How much theory should a student learn? Now this is a tricky question. The field of mathematics is very, very big. If you attempted to study it from the top and kept on learning facts, your life would end before you had learned even a very small fraction of it. However, mathematics is also very well connected logically, so very many of its facts are consequences of other facts. This means that one can learn a relatively small number of key facts and strategies in order to be able to operate in a comparatively large set of math problems.

This is something that we seem to have forgotten. Consequently, we see a trend towards “memorization and direct application” instead of towards “covering as much as possible by learning how to connect key facts.” What we seem to miss, other than the very essence of mathematics, is the fact that we do not empower the student to create, we merely turn him into a clerk who cannot do more than a robot can do.

Therefore, we need to know: some key facts and how to get from fact to fact using logic. It’s a bit like rock climbing. That’s where your coach comes in handy because, presumably, he knows how to guide you both in the selection of key facts to be internalized and in how to develop the ability to walk the connections between facts.

Training involves learning theory and practicing problem solving using the largest variety of problem statements. In this way, we train the creative response to the problem at hand. When solving problems, a lot of time must be put into clarifying the statement to the utmost, then into connecting it really well to the theory that inspired it, then finally into making the execution of the idea simpler and simpler, more and more efficient. During training, it may very well be necessary to work on a problem for a whole hour - an hour in which a large number of skills are learned and practiced by the student.

Some students (and parents) feel that we should get to the “right answer” faster and move on to a new problem. Yet the “right answer” to the problem is to learn as much as possible from the statement and solution, i.e. walk and re-walk all the connections that lead to and from the problem.

When training we have to explore more territory from each problem outward. We ask questions about how the statement could be changed, why the numbers have been selected the way they have, what happens if we change them, etc.
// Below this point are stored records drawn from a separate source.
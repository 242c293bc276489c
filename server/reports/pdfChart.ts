/**
 * A zone's dew margin over the week as a small vector chart: the lowest margin of each point of
 * the series (the same series the app's history chart reads), the zero line (surface at the dew
 * point) and a dashed line at the week's lowest margin. Below zero is shaded and named "below dew
 * point", so the chart reads in black and white; the time axis is the shop's days.
 */
import { fromZonedTime, formatInTimeZone } from 'date-fns-tz';

import { TOW_MAX_GAP_MS } from '@/ingest/wetness';
import type { ReadingPoint } from '@/ingest/wire/readings';
import type { UnitPref } from '@/ingest/wire/people';
import { formatMargin } from '@/ingest/words';

import { FONT_REGULAR, pdfColors, typeSizes } from './pdfLayout';

export interface ChartBox {
  x: number;
  y: number;
  width: number;
  height: number;
}

export interface MarginChartInput {
  points: readonly ReadingPoint[];
  /** The week as instants, ms. */
  fromMs: number;
  toMs: number;
  /** The Monday, shop-local, YYYY-MM-DD: the day lines fall on the shop's midnights. */
  weekStart: string;
  timeZone: string;
  lowestMarginK: number | null;
}

export interface MarginChartGeometry {
  loK: number;
  hiK: number;
  /** Polylines in page points; a new one starts after a gap in the series. */
  lines: [number, number][][];
  zeroY: number;
  lowestY: number | null;
  /** Each shop-local midnight inside the week, and the day it starts. */
  days: { x: number; label: string }[];
}

/** The calendar day `days` after a YYYY-MM-DD date, without touching any time zone. */
export function addCalendarDays(ymd: string, days: number): string {
  const [y, m, d] = ymd.split('-').map(Number) as [number, number, number];
  return new Date(Date.UTC(y, m - 1, d + days)).toISOString().slice(0, 10);
}

/** The margin a point contributes: the lowest inside its bucket, so a short dip stays visible. */
function pointMarginK(point: ReadingPoint): number | null {
  return point.marginMin ?? point.margin;
}

/** Pure: where everything goes inside `box` (pdfkit's y runs down the page). */
export function marginChartGeometry(input: MarginChartInput, box: ChartBox): MarginChartGeometry {
  const spanMs = Math.max(1, input.toMs - input.fromMs);
  const xOf = (ms: number) => box.x + ((ms - input.fromMs) / spanMs) * box.width;

  const known = input.points
    .map((p) => ({ atMs: Date.parse(p.at), marginK: pointMarginK(p) }))
    .filter((p): p is { atMs: number; marginK: number } => p.marginK !== null)
    .filter((p) => p.atMs >= input.fromMs && p.atMs < input.toMs)
    .sort((a, b) => a.atMs - b.atMs);

  const values = known.map((p) => p.marginK);
  if (input.lowestMarginK !== null) values.push(input.lowestMarginK);
  // Zero is always on the chart: it is the line the whole report is about.
  let loK = Math.min(0, ...values);
  let hiK = Math.max(0, ...values);
  // At least 2 K of height, so a flat week does not blow noise up to the full chart.
  if (hiK - loK < 2) hiK = loK + 2;
  const padK = (hiK - loK) * 0.08;
  loK -= padK;
  hiK += padK;
  const yOf = (k: number) => box.y + ((hiK - k) / (hiK - loK)) * box.height;

  // A line breaks where the series has a hole: longer than the report's gap cap, or than twice
  // the series' usual step when it is bucketed coarser than that.
  const steps = known
    .slice(1)
    .map((p, i) => p.atMs - known[i]!.atMs)
    .sort((a, b) => a - b);
  const medianStepMs = steps.length > 0 ? steps[Math.floor(steps.length / 2)]! : 0;
  const gapMs = Math.max(TOW_MAX_GAP_MS, 2 * medianStepMs);

  // More points than half-points across: keep the lowest per column, as the buckets do.
  const columns = Math.max(1, Math.floor(box.width * 2));
  const thinned: { atMs: number; marginK: number }[] = [];
  let lastColumn = -1;
  for (const p of known) {
    const column = Math.floor(((p.atMs - input.fromMs) / spanMs) * columns);
    const previous = thinned[thinned.length - 1];
    const gap = previous !== undefined && p.atMs - previous.atMs > gapMs;
    if (known.length > columns && column === lastColumn && previous && !gap) {
      if (p.marginK < previous.marginK) previous.marginK = p.marginK;
      continue;
    }
    thinned.push({ ...p });
    lastColumn = column;
  }

  const lines: [number, number][][] = [];
  let line: [number, number][] = [];
  let previousMs: number | null = null;
  for (const p of thinned) {
    if (previousMs !== null && p.atMs - previousMs > gapMs && line.length > 0) {
      lines.push(line);
      line = [];
    }
    line.push([xOf(p.atMs), yOf(p.marginK)]);
    previousMs = p.atMs;
  }
  if (line.length > 0) lines.push(line);

  const days: { x: number; label: string }[] = [];
  for (let i = 0; i < 7; i += 1) {
    const ymd = addCalendarDays(input.weekStart, i);
    const midnight = fromZonedTime(`${ymd}T00:00:00`, input.timeZone);
    days.push({
      x: xOf(midnight.getTime()),
      label: formatInTimeZone(midnight, input.timeZone, 'EEE d'),
    });
  }

  return {
    loK,
    hiK,
    lines,
    zeroY: yOf(0),
    lowestY: input.lowestMarginK === null ? null : yOf(input.lowestMarginK),
    days,
  };
}

/** Height the chart takes with its axis labels and legend under it. */
export const CHART_HEIGHT_PT = 86;
const PLOT_HEIGHT_PT = 58;
const GUTTER_PT = 44;

/** Draws the chart at the document's cursor across `width`, and moves the cursor under it. */
export function drawMarginChart(
  doc: PDFKit.PDFDocument,
  input: MarginChartInput,
  unit: UnitPref,
  width: number,
): void {
  const left = doc.page.margins.left;
  const top = doc.y;
  const box: ChartBox = {
    x: left + GUTTER_PT,
    y: top + 4,
    width: width - GUTTER_PT,
    height: PLOT_HEIGHT_PT,
  };
  const geometry = marginChartGeometry(input, box);
  const small = typeSizes.small;
  doc.save();

  // Below the dew point, shaded in the wet colour and named in words.
  const bottom = box.y + box.height;
  if (geometry.zeroY < bottom) {
    doc
      .rect(box.x, geometry.zeroY, box.width, bottom - geometry.zeroY)
      .fillOpacity(0.1)
      .fill(pdfColors.wet)
      .fillOpacity(1);
  }
  doc.lineWidth(0.5).rect(box.x, box.y, box.width, box.height).stroke(pdfColors.border);

  for (const day of geometry.days) {
    doc.moveTo(day.x, box.y).lineTo(day.x, bottom).lineWidth(0.4).stroke(pdfColors.border);
    doc
      .font(FONT_REGULAR)
      .fontSize(small)
      .fillColor(pdfColors.iron)
      .text(day.label, day.x + 2, bottom + 2, { lineBreak: false });
  }

  doc.moveTo(box.x, geometry.zeroY).lineTo(box.x + box.width, geometry.zeroY);
  doc.lineWidth(1).stroke(pdfColors.dew);

  if (geometry.lowestY !== null) {
    doc.moveTo(box.x, geometry.lowestY).lineTo(box.x + box.width, geometry.lowestY);
    doc.lineWidth(0.6).dash(3, { space: 2 }).stroke(pdfColors.ink).undash();
  }

  for (const line of geometry.lines) {
    const [first, ...rest] = line;
    if (!first) continue;
    if (rest.length === 0) {
      doc.circle(first[0], first[1], 0.9).fill(pdfColors.ink);
      continue;
    }
    doc.moveTo(first[0], first[1]);
    for (const [x, y] of rest) doc.lineTo(x, y);
    doc.lineWidth(0.8).lineJoin('round').stroke(pdfColors.ink);
  }

  // Y labels: the top and bottom of the scale and the dew point, in the reader's unit.
  const yLabel = (text: string, y: number) =>
    doc
      .font(FONT_REGULAR)
      .fontSize(small)
      .fillColor(pdfColors.iron)
      .text(text, left, y - small / 2, { width: GUTTER_PT - 4, align: 'right', lineBreak: false });
  // An empty chart gets no scale: numbers there would describe nothing.
  if (geometry.lines.length > 0) {
    yLabel(formatMargin(geometry.hiK, unit), box.y + small / 2);
    yLabel(formatMargin(geometry.loK, unit), bottom - small / 2);
  }
  if (geometry.zeroY - box.y > small * 1.5 && bottom - geometry.zeroY > small * 1.5) {
    yLabel(formatMargin(0, unit), geometry.zeroY);
  }

  if (geometry.lines.length === 0) {
    doc
      .font(FONT_REGULAR)
      .fontSize(typeSizes.body)
      .fillColor(pdfColors.iron)
      .text('No readings this week', box.x, box.y + box.height / 2 - typeSizes.body / 2, {
        width: box.width,
        align: 'center',
        lineBreak: false,
      });
  }

  const lowest =
    input.lowestMarginK === null ? '' : `   - - lowest ${formatMargin(input.lowestMarginK, unit)}`;
  doc
    .font(FONT_REGULAR)
    .fontSize(small)
    .fillColor(pdfColors.iron)
    .text(
      `Dew margin: ── lowest in each step   ━ 0 = dew point   ░ below dew point${lowest}`,
      left,
      bottom + small + 6,
      { width, lineBreak: false },
    );
  doc.restore();
  doc.x = left;
  doc.y = top + CHART_HEIGHT_PT;
}
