/** Validate at the edge: parse a request part with a zod schema or fail with 400 in our shape. */
import type { z } from 'zod';

import { ApiError, zodDetails } from './errors';

export function parseInput<S extends z.ZodType>(
  schema: S,
  value: unknown,
  what = 'body',
): z.infer<S> {
  const result = schema.safeParse(value);
  if (!result.success) {
    throw new ApiError(
      400,
      'invalid_input',
      `The request ${what} is not valid.`,
      zodDetails(result.error),
    );
  }
  return result.data;
}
Training involves re-deriving a lot of theoretical facts, often from different perspectives. We train to acquire mobility through the space of key concepts that we have learned. Parents often equate the “knowledge” of key concepts with the foundation of problem solving. This is probably the reason for which they insist that the student who graduated from an algebra course with an A is fit for competition and merely needs to polish up a little on the types of questions asked. But having the key concepts is like having a skeleton without muscles - it cannot move from place to place! We have to train the mobility in this space, the ability to connect these key facts and to use logic, and nothing but logic, to patch up and invent on the spot minor concepts that we may not have encountered yet. It is not just a little bit of polishing up but a whole new growth phase!
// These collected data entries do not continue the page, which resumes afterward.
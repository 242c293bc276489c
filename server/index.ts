/**
 * The server's entry point: reads the configuration, connects, listens, and shuts down cleanly
 * on SIGINT/SIGTERM (stop taking requests, close live sockets, drain the pool).
 */
import http from 'node:http';

import { createDatabase } from '@/db';

import { createAlarmEngine } from './alarms';
import { createApp } from './app';
import { createSensorTokenCache } from './auth/sensorTokens';
import { createSessionSigner } from './auth/session';
import { readConfig } from './config';
import {
  createAlarmMailQueue,
  queueAlarmMails,
  scheduleAlarmSweep,
  startJobRunner,
  workAlarmMails,
} from './jobs';
import { startLiveHub } from './live/hub';
import { startNotificationListener } from './live/listener';
import { startMail } from './mail';
import { createSurfaceEstimator } from './readings/surfaceEstimates';
import { createReadingWriter } from './readings/writer';

async function main() {
  const config = readConfig();
  const { pool, db } = createDatabase(config.databaseUrl, {
    statementTimeoutMs: config.statementTimeoutMs,
    queryTimeoutMs: config.queryTimeoutMs,
  });
  const sessions = createSessionSigner(config.sessionSecret, config.cookieSecure);
  const listener = startNotificationListener(config.databaseUrl, console.log);
  const tokens = createSensorTokenCache(db, { listener });
  const writer = createReadingWriter(pool, { maxPendingRows: config.ingestMaxPendingRows });
  const estimator = createSurfaceEstimator(db);
  const mail = await startMail(config.mail);
  // pg-boss first: the engine queues each opened alarm's e-mail as a job in its transaction.
  const jobs = await startJobRunner({ databaseUrl: config.databaseUrl, log: console.log });
  await createAlarmMailQueue(jobs);
  const alarms = createAlarmEngine({
    db,
    pool,
    onOpened: queueAlarmMails(jobs, { log: console.log }),
  });
  const app = createApp({
    db,
    pool,
    sessions,
    tokens,
    writer,
    estimator,
    alarms,
    webDir: config.webDir,
    mailer: mail.mailer,
    publicUrl: config.publicUrl,
    devOutbox: config.devOutbox ? mail.outbox : undefined,
  });
  const trustedOrigins = new Set([new URL(config.publicUrl).origin]);
  const hub = startLiveHub({ listener, db, sessions, trustedOrigins });
  await listener.ready;
  await scheduleAlarmSweep(jobs, alarms, { log: console.log });
  await workAlarmMails(jobs, {
    db,
    pool,
    mailer: mail.mailer,
    publicUrl: config.publicUrl,
    log: console.log,
  });

  const server = http.createServer(app);
  hub.attach(server);
  await new Promise<void>((resolve) => server.listen(config.port, config.host, resolve));
  console.log(`Drybench server listening on http://${config.host}:${config.port}`);
  console.log(`Drybench ${mail.describe}`);
  if (config.devOutbox && mail.outbox) console.log(`Outbox: ${config.publicUrl}/dev/outbox`);

  let stopping = false;
  const stop = async (signal: string) => {
    if (stopping) return;
    stopping = true;
    console.log(`Drybench server stopping (${signal})…`);
    server.close();
    await writer.close();
    await jobs.stop({ graceful: true, timeout: 10_000 });
    await hub.close();
    await listener.close();
    await mail.close();
    server.closeAllConnections();
    await pool.end();
    process.exit(0);
  };
  process.on('SIGINT', () => void stop('SIGINT'));
  process.on('SIGTERM', () => void stop('SIGTERM'));
}

main().catch((err: unknown) => {
  console.error(err instanceof Error ? err.message : err);
  process.exit(1);
});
Competing is a different activity. It involves solving quickly, accurately, and independently of possible distractions that may occur in the environment. To compete successfully one has to be a good problem solver but also an experienced test-taker. Your coach can help you by explaining which specific test-taking behaviors need improvement. The complex set of behaviors that control the performance on a test is not directly connected to the level of competence in the subject matter. Generally, the more confident a student is in his/her ability to compete, the better the performance. But confidence is not everything. In practice, we find that experience competing is very important and helps develop time management skills, accuracy in computations, extremely good focus, and stamina. Therefore, we do recommend participation in all the competitions available in one’s geographic area. The goal is not “to win” them, but to train those test taking skills in the field.

Training and competing are, of course, both necessary. But they are different. One has to understand the difference and train properly in order to compete successfully.